What you will do: From the records below, state how many lines include the word "cancelOrder", giving only that number.

[[ Records provided, beginning ]]

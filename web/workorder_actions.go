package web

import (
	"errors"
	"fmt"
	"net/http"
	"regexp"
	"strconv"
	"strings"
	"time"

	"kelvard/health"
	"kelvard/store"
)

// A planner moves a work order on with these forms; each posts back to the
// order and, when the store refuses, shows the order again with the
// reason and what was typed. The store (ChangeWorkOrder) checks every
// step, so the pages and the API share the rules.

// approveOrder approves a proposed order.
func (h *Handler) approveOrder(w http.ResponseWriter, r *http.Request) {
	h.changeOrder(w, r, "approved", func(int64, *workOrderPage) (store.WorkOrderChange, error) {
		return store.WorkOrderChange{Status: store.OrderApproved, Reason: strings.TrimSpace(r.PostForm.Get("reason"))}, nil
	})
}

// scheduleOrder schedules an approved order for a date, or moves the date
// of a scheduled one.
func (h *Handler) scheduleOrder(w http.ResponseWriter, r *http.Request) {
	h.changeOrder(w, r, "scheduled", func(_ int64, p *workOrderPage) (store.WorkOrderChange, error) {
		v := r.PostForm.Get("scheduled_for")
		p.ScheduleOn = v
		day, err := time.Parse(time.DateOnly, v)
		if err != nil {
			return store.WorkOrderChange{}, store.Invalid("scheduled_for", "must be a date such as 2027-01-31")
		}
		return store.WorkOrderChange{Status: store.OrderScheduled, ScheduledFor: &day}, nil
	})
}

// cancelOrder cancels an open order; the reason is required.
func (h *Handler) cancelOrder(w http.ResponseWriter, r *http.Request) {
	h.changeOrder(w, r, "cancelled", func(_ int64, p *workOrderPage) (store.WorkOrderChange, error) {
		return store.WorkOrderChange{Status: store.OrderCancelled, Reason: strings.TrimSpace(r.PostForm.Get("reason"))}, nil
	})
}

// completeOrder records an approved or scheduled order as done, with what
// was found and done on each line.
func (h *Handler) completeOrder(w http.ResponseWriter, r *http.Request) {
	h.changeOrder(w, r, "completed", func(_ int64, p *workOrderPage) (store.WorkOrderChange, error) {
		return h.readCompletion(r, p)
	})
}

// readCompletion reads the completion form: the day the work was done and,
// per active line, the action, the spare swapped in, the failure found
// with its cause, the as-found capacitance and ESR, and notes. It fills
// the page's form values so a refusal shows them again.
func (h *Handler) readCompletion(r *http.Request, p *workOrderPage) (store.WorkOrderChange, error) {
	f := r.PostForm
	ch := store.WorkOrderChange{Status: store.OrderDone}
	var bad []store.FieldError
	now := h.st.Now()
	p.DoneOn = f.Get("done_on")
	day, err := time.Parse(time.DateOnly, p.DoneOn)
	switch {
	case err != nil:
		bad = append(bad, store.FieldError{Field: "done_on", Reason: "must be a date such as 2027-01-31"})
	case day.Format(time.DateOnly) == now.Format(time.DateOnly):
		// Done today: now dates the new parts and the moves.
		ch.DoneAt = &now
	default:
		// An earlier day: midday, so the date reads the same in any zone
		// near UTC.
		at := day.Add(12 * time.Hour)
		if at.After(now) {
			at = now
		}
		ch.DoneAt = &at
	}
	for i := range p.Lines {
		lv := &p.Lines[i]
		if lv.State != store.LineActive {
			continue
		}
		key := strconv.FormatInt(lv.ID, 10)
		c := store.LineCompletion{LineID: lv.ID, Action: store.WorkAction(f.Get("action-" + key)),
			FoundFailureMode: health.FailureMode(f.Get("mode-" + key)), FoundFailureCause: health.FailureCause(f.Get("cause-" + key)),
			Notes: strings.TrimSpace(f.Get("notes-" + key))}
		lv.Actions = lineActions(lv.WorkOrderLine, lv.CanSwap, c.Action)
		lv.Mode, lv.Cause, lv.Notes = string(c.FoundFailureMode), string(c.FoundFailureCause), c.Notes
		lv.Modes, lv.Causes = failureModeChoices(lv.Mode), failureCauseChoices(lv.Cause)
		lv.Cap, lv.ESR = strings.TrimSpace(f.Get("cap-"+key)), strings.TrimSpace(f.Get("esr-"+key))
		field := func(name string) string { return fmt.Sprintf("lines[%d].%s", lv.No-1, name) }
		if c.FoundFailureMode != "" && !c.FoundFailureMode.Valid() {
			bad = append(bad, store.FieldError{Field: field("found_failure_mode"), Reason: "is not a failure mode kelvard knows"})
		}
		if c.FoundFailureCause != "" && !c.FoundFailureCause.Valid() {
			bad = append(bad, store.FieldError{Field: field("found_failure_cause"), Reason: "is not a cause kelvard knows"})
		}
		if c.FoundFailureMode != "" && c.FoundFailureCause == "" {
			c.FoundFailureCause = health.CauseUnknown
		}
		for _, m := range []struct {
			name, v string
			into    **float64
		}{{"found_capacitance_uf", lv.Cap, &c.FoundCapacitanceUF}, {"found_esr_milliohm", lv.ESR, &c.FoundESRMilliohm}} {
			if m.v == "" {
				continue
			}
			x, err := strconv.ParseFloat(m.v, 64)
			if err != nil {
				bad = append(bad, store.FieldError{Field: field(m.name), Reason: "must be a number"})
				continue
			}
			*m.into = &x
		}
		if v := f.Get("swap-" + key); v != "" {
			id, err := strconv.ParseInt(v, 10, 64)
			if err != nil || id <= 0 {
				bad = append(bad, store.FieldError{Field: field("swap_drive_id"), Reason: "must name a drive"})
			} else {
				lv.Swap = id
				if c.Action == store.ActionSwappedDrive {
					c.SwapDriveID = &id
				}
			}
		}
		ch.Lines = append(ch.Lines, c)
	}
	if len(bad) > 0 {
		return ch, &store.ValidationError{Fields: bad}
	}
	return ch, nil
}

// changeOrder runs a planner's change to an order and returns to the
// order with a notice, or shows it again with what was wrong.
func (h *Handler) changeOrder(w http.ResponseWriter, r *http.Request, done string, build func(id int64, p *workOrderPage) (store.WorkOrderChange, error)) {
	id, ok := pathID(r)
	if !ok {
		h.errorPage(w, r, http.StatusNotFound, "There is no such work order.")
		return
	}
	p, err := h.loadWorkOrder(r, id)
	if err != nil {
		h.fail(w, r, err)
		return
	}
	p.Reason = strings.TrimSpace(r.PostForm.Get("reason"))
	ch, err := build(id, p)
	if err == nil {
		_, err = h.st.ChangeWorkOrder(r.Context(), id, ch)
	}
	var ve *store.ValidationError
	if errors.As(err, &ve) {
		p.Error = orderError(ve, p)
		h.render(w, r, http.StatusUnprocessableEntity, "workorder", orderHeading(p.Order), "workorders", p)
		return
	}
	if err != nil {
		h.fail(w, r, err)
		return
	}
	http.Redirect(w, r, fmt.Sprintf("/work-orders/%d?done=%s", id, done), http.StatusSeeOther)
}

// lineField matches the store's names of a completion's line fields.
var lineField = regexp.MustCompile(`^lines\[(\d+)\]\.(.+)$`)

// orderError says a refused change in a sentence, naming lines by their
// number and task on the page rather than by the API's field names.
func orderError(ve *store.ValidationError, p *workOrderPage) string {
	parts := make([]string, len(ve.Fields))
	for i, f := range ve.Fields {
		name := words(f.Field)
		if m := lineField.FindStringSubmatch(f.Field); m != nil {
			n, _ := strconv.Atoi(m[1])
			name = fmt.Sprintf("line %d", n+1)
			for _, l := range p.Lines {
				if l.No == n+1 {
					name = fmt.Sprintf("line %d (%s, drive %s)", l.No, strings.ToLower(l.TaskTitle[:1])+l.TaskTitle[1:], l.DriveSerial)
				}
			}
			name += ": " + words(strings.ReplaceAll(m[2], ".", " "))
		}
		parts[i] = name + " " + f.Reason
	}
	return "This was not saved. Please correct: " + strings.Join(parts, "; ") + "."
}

[[ Records provided, end ]]

Answer box: 2